The district of Highter's Heath lies immediately east of the Maypole. The first recorded use of the name dates from 1495 as Heyters Heath, however today the name is not one that is particularly in widespread use, indeed only three signposted references to the name exist, when entering the city along Maypole Lane, when entering the city from the bottom of Highters Heath Lane and in Major's Green.

South of Maypole Lane the area is often referred to as Hollywood, after the adjacent village in Worcestershire, whilst to the north the boundary with Warstock (and the wider B14 moniker of Kings Heath) is undefined. The area includes Daisy Farm Park.

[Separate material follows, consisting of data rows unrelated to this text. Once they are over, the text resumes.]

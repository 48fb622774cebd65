package heat_test

import (
	"context"
	"math"
	"testing"

	"keelfall/column"
	"keelfall/solver/heat"
)

// twoLayers is a column of one temperature, in which only rock moves.
func twoLayers() *column.Column {
	r := column.Rock{Density: column.Uniform(3000), Conductivity: column.Conductivity{Reference: 3}, HeatCapacity: 1000, Viscosity: column.Viscosity{Top: 1e21, Bottom: 1e21, Exponent: 1}}
	return &column.Column{Gravity: 9.81, Surface: column.Surface{Temperature: 800}, Base: column.Base{Boundary: column.HalfSpace, HasTemperature: true, Temperature: 800, Rock: r},
		Layers: []column.Layer{{Name: "a", Thickness: 30e3, Rock: r}, {Name: "b", Thickness: 20e3, Root: true, Rock: r}}}
}

// TestStretch: the column stretches at own × the rate in force + extra, through events too;
// what a flux takes is booked per area of the start (derived: dh/dt = −e h − c).
func TestStretch(t *testing.T) {
	const E, extra, c = 2e-15, 1e-16, 1e-11
	ev, err := heat.Begin(heat.Plan{Column: twoLayers(), Events: []heat.Event{{Verb: "stretch", From: 2 * myr, To: 6 * myr, Rate: E}}})
	if err != nil {
		t.Fatal(err)
	}
	if err := ev.Stretch(0.25, extra); err != nil {
		t.Fatal(err)
	}
	if err := ev.Flux(heat.Flux{Layer: "b", Rate: -c}); err != nil {
		t.Fatal(err)
	}
	var spread, h float64 = 0, 20e3
	for _, s := range []struct{ to, arc float64 }{{2, 0}, {6, E}, {10, 0}} {
		dt := s.to*myr - ev.Time()
		e := 0.25*s.arc + extra
		if got := ev.ExtensionRate(); ev.Time() > 0 && math.Abs(got/e-1) > 1e-12 {
			t.Errorf("stretches at %g, want %g", got, e)
		}
		if err := ev.Advance(context.Background(), s.to*myr); err != nil {
			t.Fatal(err)
		}
		spread += e * dt
		h = (h+c/e)*math.Exp(-e*dt) - c/e
	}
	b, ok := ev.Layer("b")
	if !ok || math.Abs(b.Thickness/h-1) > 1e-6 || math.Abs(ev.Spread()/spread-1) > 1e-12 || ev.ArcRate() != 0 {
		t.Errorf("b is %.9g m thick, want %.9g; spread %g, want %g; arc rate %g", b.Thickness, h, ev.Spread(), spread, ev.ArcRate())
	}
	if left := b.Mass*math.Exp(ev.Spread()) - ev.Flown("b"); math.Abs(left/(20e3*3000)-1) > 1e-12 {
		t.Errorf("what is left and what was taken make %.15g kg/m², not %g", left, 20e3*3000.0)
	}
	if a, _ := ev.Layer("a"); math.Abs(b.Top/a.Thickness-1) > 1e-12 || math.Abs(b.BaseP/(9.81*(a.Mass+b.Mass))-1) > 1e-12 || math.Abs(b.BaseT/800-1) > 1e-9 {
		t.Errorf("%+v below %+v", b, a)
	}
	if d, m := ev.BaseMass("b", 3e6); math.Abs(d/1000-1) > 1e-9 || math.Abs(m/3e6-1) > 1e-12 {
		t.Errorf("the lowest 3e6 kg/m² are %g m, %g kg/m²", d, m)
	}
	if ev.Stretch(math.NaN(), 0) == nil {
		t.Error("NaN accepted")
	}
}

// TestHeight: heat spread evenly over a height warms all of it alike, before conduction
// tells: q t/(ρ c height).
func TestHeight(t *testing.T) {
	c := twoLayers()
	for i := range c.Layers {
		c.Layers[i].Conductivity.Reference = 1e-3
	}
	ev, err := heat.Begin(heat.Plan{Column: c})
	if err != nil {
		t.Fatal(err)
	}
	if err := ev.Heat(heat.Source{BaseOf: "a", Power: 0.1, Height: 20e3}); err != nil {
		t.Fatal(err)
	}
	if err := ev.Advance(context.Background(), 5*myr); err != nil {
		t.Fatal(err)
	}
	_, p, err := ev.Snapshot()
	if err != nil {
		t.Fatal(err)
	}
	want := 800 + 0.1*5*myr/(3000*1000*20e3)
	for i, z := range []float64{22e3, 29e3, 31e3, 38e3, 15e3, 45e3} {
		T, _, _ := p.Layers[int(z/30e3)].At(z)
		if i > 3 {
			want = 800
		}
		if math.Abs(T-want) > 1e-3*(want-800)+1e-6 {
			t.Errorf("%g K at %g km, want %g", T, z/1e3, want)
		}
	}
	if e := ev.Energy(); math.Abs(e.Given/(0.1*5*myr)-1) > 1e-12 {
		t.Errorf("%g J/m² given", e.Given)
	}
	if ev.Heat(heat.Source{Power: 1, Height: -1}) == nil {
		t.Error("a negative height accepted")
	}
}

Immanuel is the local parish church, behind which is located the local primary school. This is called Hollywood Primary School, so named because not only did the school open well after Highters Heath School, located at the far end of Highters Heath Lane in Warstock, but also because when the school was built in the early 1960s the city boundary still ran along Maypole Lane.

== Transport ==
Maypole Lane is served by National Express West Midlands bus route 49 whilst Alcester Road South is served by bus nos. 664/665 and Glenavon Road is served by bus no. 2. Bus route 50 additionally serves the Maypole.

== Governance ==
Highter's Heath, as part of the reorganisation of local government in Birmingham, was made a single councillor electoral ward in May 2018 and includes Highter's Heath, Warstock, Maypole, and part of Yardley Wood. Adam Higgs of the Conservative Party was elected as the councillor for Highter's Heath on 7 May 2018, a position he retained in the elections of 2022 and 2026. As part of the Birmingham Selly Oak constituency, Highter's Heath is represented in the British Parliament by Alistair Carns of the Labour Party.